/// The plan files of the plans folder, by name.
fn plan_files(dir: &Path) -> Result<Vec<PathBuf>, CliError> {
    let entries = std::fs::read_dir(dir)
        .map_err(|e| CliError::Usage(format!("--plans {}: {e}", dir.display())))?;
    let mut files: Vec<PathBuf> = entries
        .filter_map(Result::ok)
        .map(|e| e.path())
        .filter(|p| p.is_file() && p.extension().is_some_and(|x| x == "yaml" || x == "yml"))
        .collect();
    files.sort();
    Ok(files)
}

/// The plans the folder holds now (a file that is not a plan, a station file say, is left
/// out).
fn plans(dir: &Path) -> Vec<PlanChoice> {
    plan_files(dir)
        .unwrap_or_default()
        .into_iter()
        .filter_map(|path| {
            let plan = Plan::load(&path).ok()?;
            let name = path.file_name()?.to_string_lossy().into_owned();
            Some(PlanChoice {
                label: format!("{} ({name})", plan_label(&plan)),
                name,
                path,
            })
        })
        .collect()
}

/// A plan as the screen names it: id, revision and title.
fn plan_label(plan: &Plan) -> String {
    format!(
        "{} rev {}{}",
        plan.id,
        plan.revision,
        plan.title
            .as_deref()
            .map(|t| format!(": {t}"))
            .unwrap_or_default()
    )
}

/// The simulated bench, the same with the operator at the load and the reference, and each
/// station file given; and the archive the station files name, if they name one.
fn benches(args: &ServeArgs) -> Result<(Vec<BenchChoice>, Option<Location>), CliError> {
    let n = args.positions;
    let mut benches = vec![
        BenchChoice {
            key: "sim".into(),
            label: format!("Simulated bench, {n} positions"),
            positions: n,
            typed: false,
            spec: BenchSpec::Sim {
                seed: args.seed,
                positions: n,
                serials: None,
                ask: false,
                firmware: None,
                pace: Some(args.sim_pace),
            },
        },
        BenchChoice {
            key: "sim-typed".into(),
            label: format!(
                "Simulated bench, {n} positions: load set and reference readings typed by the operator"
            ),
            positions: n,
            typed: true,
            spec: BenchSpec::Sim {
                seed: args.seed,
                positions: n,
                serials: None,
                ask: true,
                firmware: None,
                pace: None,
            },
        },
    ];
    let mut named: Option<(Location, &Path)> = None;
    for (i, path) in args.station.iter().enumerate() {
        let station = Station::load(path).map_err(CliError::Plan)?;
        if station.journal.is_some() {
            return Err(CliError::Usage(format!(
                "--station {}: the station keeps a journal, which the station screen does not; run it from the terminal (meterproof run), or take journal: out of the station file and serve with --archive",
                path.display()
            )));
        }
        if let Some(a) = &station.archive {
            let here = Location::parse(a);
            match &named {
                Some((there, other)) if there.to_string() != here.to_string() => {
                    return Err(CliError::Usage(format!(
                        "--station {} names the archive {here}, --station {} the archive {there}: the station screen writes one archive (give --archive to choose it)",
                        path.display(),
                        other.display()
                    )));
                }
                Some(_) => {}
                None => named = Some((here, path)),
            }
        }
        let typed = matches!(station.source, crate::bench::station::SourceSpec::Manual)
            || matches!(
                station.reference.read,
                crate::bench::station::ReferenceRead::Operator
            );
        benches.push(BenchChoice {
            key: format!("station-{}", i + 1),
            label: format!(
                "Station {}{}, {}",
                station.id,
                if station.description.is_empty() {
                    String::new()
                } else {
                    format!(": {}", station.description)
                },
                counted(station.positions.len(), "position")
            ),
            positions: station.positions.len(),
            typed,
            spec: BenchSpec::Station {
                path: std::fs::canonicalize(path)
                    .unwrap_or_else(|_| path.clone())
                    .display()
                    .to_string(),
                serials: None,
            },
        });
    }
    Ok((benches, named.map(|(location, _)| location)))
}

fn router(app: Shared) -> Router {
    Router::new()
        .route("/", get(station_page))
        .route("/station/state", get(state))
        .route("/station/events", get(events))
        .route("/station/start", post(start))
        .route("/station/answer", post(answer))
        .route("/station/stop", post(stop))
        .route("/archive", get(archive_page))
        .route("/archive/report/{run}/{position}", get(report))
        .route("/archive/summary/{by}/{value}", get(summary))
        .route("/archive/verify", get(verify))
        .route("/screen.css", get(|| async { pages::asset("screen.css") }))
        .route("/station.js", get(|| async { pages::asset("station.js") }))
        .layer(axum::middleware::from_fn_with_state(app.clone(), guard))
        .with_state(app)
}

/// A refusal the page shows as it is.
fn refused(status: StatusCode, text: impl Into<String>) -> Response {
    (status, Json(serde_json::json!({ "error": text.into() }))).into_response()
}

/// Every request: the Host it names, and for a request that changes something the page's key
/// and (from another machine) the token. Every answer: no framing, no sniffing, nothing
/// loaded from elsewhere.
async fn guard(
    State(app): State<Shared>,
    ConnectInfo(peer): ConnectInfo<SocketAddr>,
    request: axum::extract::Request,
    next: axum::middleware::Next,
) -> Response {
    let headers = request.headers();
    if let Some(hosts) = &app.hosts {
        let host = headers
            .get(header::HOST)
            .and_then(|h| h.to_str().ok())
            .unwrap_or("");
        if !hosts.iter().any(|h| h.eq_ignore_ascii_case(host)) {
            return refused(
                StatusCode::MISDIRECTED_REQUEST,
                format!(
                    "this server answers to http://{}/ only, not to the host \"{}\"",
                    app.listen,
                    record::escape_controls(host)
                ),
            );
        }
    }
    if request.method() != Method::GET {
        let given = |name: &str| headers.get(name).and_then(|v| v.to_str().ok());
        if given("x-meterproof-key") != Some(app.page_key.as_str()) {
            return refused(
                StatusCode::FORBIDDEN,
                "this request did not come from a page of this server: reload the page",
            );
        }
        if !peer.ip().is_loopback() {
            match &app.token {
                None => {
                    return refused(
                        StatusCode::FORBIDDEN,
                        "runs are started and answered at the bench's own machine (the server has no --token-file)",
                    );
                }
                Some(token) if given("x-meterproof-token") != Some(token.as_str()) => {
                    return refused(
                        StatusCode::FORBIDDEN,
                        "this machine is not the bench's: give the station's token",
                    );
                }
                Some(_) => {}
            }
        }
    }
    let mut response = next.run(request).await;
    let h = response.headers_mut();
    h.insert(
        header::CONTENT_SECURITY_POLICY,
        HeaderValue::from_static(
            "default-src 'self'; script-src 'self'; style-src 'self' 'unsafe-inline'; img-src 'self' data:; connect-src 'self'; frame-ancestors 'none'; form-action 'self'; base-uri 'none'",
        ),
    );
    h.insert(
        header::X_CONTENT_TYPE_OPTIONS,
        HeaderValue::from_static("nosniff"),
    );
    h.insert(
        header::REFERRER_POLICY,
        HeaderValue::from_static("no-referrer"),
    );
    h.insert(header::CACHE_CONTROL, HeaderValue::from_static("no-store"));
    response
}

async fn station_page(
    State(app): State<Shared>,
    ConnectInfo(peer): ConnectInfo<SocketAddr>,
) -> Response {
    let plans = plans(&app.plans_dir);
    let setup = serde_json::json!({
        "plans": plans,
        "first_plan": app.first_plan,
        "benches": app.benches,
        "page_key": app.page_key,
        "token_needed": !peer.ip().is_loopback(),
        "remote_allowed": app.token.is_some(),
        "caution": crate::bench::operator::PROMPT_CAUTION,
    });
    pages::page(
        "station.html",
        minijinja::context! { setup => minijinja::value::Serde(&setup) },
    )
}

async fn state(State(app): State<Shared>) -> Json<station::Screen> {
    Json(app.board.snapshot())
}

/// The shortest time between two updates sent to a page: readings of 16 positions change the
/// screen hundreds of times a second, which a person cannot follow and a tablet's network
/// should not carry; the changes in between are sent as one.
const UPDATE_EVERY: std::time::Duration = std::time::Duration::from_millis(100);

/// The screen, whole, at once and at every change, at most one update per [`UPDATE_EVERY`].
async fn events(
    State(app): State<Shared>,
) -> Sse<impl futures_util::Stream<Item = Result<SseEvent, std::convert::Infallible>>> {
    let rx = app.board.watch();
    let start = (app, rx, None::<tokio::time::Instant>);
    let stream = futures_util::stream::unfold(start, |(app, mut rx, last)| async move {
        if let Some(last) = last {
            rx.changed().await.ok()?;
            tokio::time::sleep_until(last + UPDATE_EVERY).await;
        }
        rx.borrow_and_update();
        let event = SseEvent::default()
            .event("screen")
            .json_data(app.board.snapshot())
            .unwrap_or_else(|_| SseEvent::default().comment("unserialisable"));
        Some((Ok(event), (app, rx, Some(tokio::time::Instant::now()))))
    });
    Sse::new(stream).keep_alive(KeepAlive::default())
}

#[derive(Debug, Deserialize)]
struct StartForm {
    plan: String,
    bench: String,
    serials: Vec<String>,
    operator: String,
    #[serde(default)]
    lot: String,
}

/// The longest text a field takes (a serial, an operator, a lot, an answer).
const FIELD_MAX: usize = 200;

/// Text from the page, checked as the terminal checks what is typed: no control characters,
/// not too long.
fn field(what: &str, text: &str) -> Result<String, String> {
    let text = text.trim();
    if text.chars().any(char::is_control) {
        return Err(format!(
            "{what}: \"{}\" contains control characters",
            record::escape_controls(text)
        ));
    }
    if text.chars().count() > FIELD_MAX {
        return Err(format!("{what}: longer than {FIELD_MAX} characters"));
    }
    Ok(text.to_string())
}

:::

Directions for this task: Every line above in which the word "entries" occurs needs to be copied.

Problem solution:
    let entries = std::fs::read_dir(dir)
    let mut files: Vec<PathBuf> = entries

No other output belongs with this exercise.